Emma Gibbs: Does John Nash’s equilibrium theory, and game theory in general, play a role in predicting competitors’ moves?
John Horn: The Nash equilibrium essentially says, “I’m going to make the best response in reaction to you, and you will make the best response in reaction to me.” But Nash and the theory of economics always starts from the idea that we want to maximize profit. In the real world, sometimes we are trying to maximize market share in the hopes of getting profits down the road, or to maximize short-term earnings, or to integrate an acquisition as quickly as possible. All Nash would say is, “If that’s your objective, will the competitors have the same response as in other scenarios?” It’s a reminder that we have to consider not what we want other players to do, but what those players will do that’s in their own best interests.
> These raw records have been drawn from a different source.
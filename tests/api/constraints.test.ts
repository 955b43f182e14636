import { describe, expect, it } from 'vitest';
import { createMigrator } from '../../server/db/umzug';
import { MIGRATIONS } from '../../server/migrations';
import { useApi } from '../helpers/api';
import { buildNeighbourhood, buildNode, buildRadio } from '../helpers/factories';

describe('the database guards its own data', () => {
  const ctx = useApi();
  const rejects = (sql: string, bind: unknown[] = []) => expect(ctx.sequelize.query(sql, { bind })).rejects.toThrow();

  it('refuses a latitude outside −90..90 and a longitude outside −180..180', async () => {
    const hood = await buildNeighbourhood();
    await rejects(`INSERT INTO sites (neighbourhood_id, name, latitude, longitude) VALUES ($1, 'Far North', 91, 0)`, [hood.id]);
    await rejects(`INSERT INTO sites (neighbourhood_id, name, latitude, longitude) VALUES ($1, 'Far East', 0, 181)`, [hood.id]);
  });

  it('refuses a channel width outside 20/40/80 and a channel that does not fit the band', async () => {
    const node = await buildNode();
    const base = `INSERT INTO radios (node_id, iface, band, channel, channel_width_mhz, tx_power_dbm, antenna_gain_dbi, role, encryption)
      VALUES ($1, $2, $3, $4, $5, 18, 10, 'mesh', 'wpa2-ccmp')`;
    await rejects(base, [node.id, 'wlan0', '5', 36, 30]);
    await rejects(base, [node.id, 'wlan1', '2.4', 36, 20]);
    await rejects(base, [node.id, 'wlan2', '6', 1, 20]);
  });

  it('refuses duplicate names in one scope, case-insensitively, and a node on a missing site', async () => {
    const hood = await buildNeighbourhood({ name: 'Upper Wharf' });
    await rejects(`INSERT INTO neighbourhoods (name) VALUES ('upper wharf')`);
    await rejects(`INSERT INTO nodes (site_id, neighbourhood_id, name) VALUES (999999, $1, 'orphan')`, [hood.id]);
  });

  it('refuses a link from a radio to itself and the same pair twice in either order', async () => {
    const a = await buildRadio();
    const b = await buildRadio();
    await rejects(`INSERT INTO links (radio_a_id, radio_b_id) VALUES ($1, $1)`, [a.id]);
    await ctx.sequelize.query(`INSERT INTO links (radio_a_id, radio_b_id) VALUES ($1, $2)`, { bind: [a.id, b.id] });
    await rejects(`INSERT INTO links (radio_a_id, radio_b_id) VALUES ($1, $2)`, [b.id, a.id]);
  });

  it('refuses a second open outage for one node', async () => {
    const node = await buildNode();
    await ctx.sequelize.query(`INSERT INTO outages (node_id, started_at) VALUES ($1, now())`, { bind: [node.id] });
    await rejects(`INSERT INTO outages (node_id, started_at) VALUES ($1, now())`, [node.id]);
  });

  it('lists every migration once, in order, and all of them are applied', async () => {
    const names = MIGRATIONS.map((m) => m.name);
    expect([...names].sort()).toEqual(names);
    const executed = (await createMigrator(ctx.sequelize).executed()).map((m) => m.name);
    expect(executed).toEqual(names);
  });
});
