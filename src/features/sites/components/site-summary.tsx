import type { SiteDto } from '../../../../shared/schemas/site';
import { Details } from '../../../components/details';
import { formatDateTime } from '../../../lib/format';

export function SiteSummary({ site, neighbourhoodName }: { site: SiteDto; neighbourhoodName: string }) {
  const host = site.host;
  return (
    <Details
      items={[
        { label: 'Neighbourhood', value: neighbourhoodName },
        {
          label: 'Latitude, longitude',
          value: (
            <span className="tabular-nums">
              {site.latitude}, {site.longitude}
            </span>
          ),
        },
        { label: 'Ground elevation', value: `${site.groundElevationM} m` },
        { label: 'Antenna height above ground', value: `${site.antennaHeightM} m` },
        {
          label: 'Host',
          value: host ? (
            <>
              {host.name}
              {host.email && <span className="block text-muted">{host.email}</span>}
              {host.phone && <span className="block text-muted">{host.phone}</span>}
            </>
          ) : site.hostUserId ? (
            'Hosted (contact not shown to you)'
          ) : (
            'No host'
          ),
        },
        { label: 'Last changed', value: formatDateTime(site.updatedAt) },
        { label: 'Access notes', value: site.accessNotes ? <span className="whitespace-pre-line">{site.accessNotes}</span> : 'None' },
      ]}
    />
  );
}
Emma Gibbs: Can you offer some examples of organizations that have effectively generated competitive insights?
John Horn: One financial services company gained support from the CEO. Anytime someone proposed a new strategic initiative, the CEO would ask, “Did you talk to the competitive insight group?” Working with that group became part of how the company did business. The company was also deliberate in ensuring that information flowed up and down throughout the organization.
In another company I worked with, regional managers initially didn’t talk to each other. Since competitors applied similar strategies across regions, there were a lot of missed opportunities. The competitive insights group asked the regional managers to provide information about their main competitors and shared with them information they received from others. When the first reports started trickling in, the managers realized that when a competitor lowered prices in one country, they might lower prices in their regions. The company started small and then created a virtuous feedback loop: “If you want more information, give us more information.” Once you start providing information that helps people do their job better, they will want more of it.
Emma Gibbs: Do you find that companies tend to prioritize customer insights over competitive insights? Are there techniques used for customer research that could be applied to generating competitive insights?
John Horn: I think companies do a better job of understanding customers than competitors. I have led strategy workshops where we asked the client what makes the company distinctive, and the participants said things like high quality and customer responsiveness. The CEO said, “All our competitors would say the same thing, so how are we different?” We have to apply those same empathetic techniques to competitors, as well as supply chain partners and ecosystem stakeholders. For example, why are regulators making the moves they are making? Companies are good at scanning social media to understand how customers are responding to their products, but they don’t apply those techniques to reviewing how customers respond to competitors’ products. What is the competitor’s customer experience score? Are positive or negative responses changing for competitors? That can help you gain insight into what the competitor will do.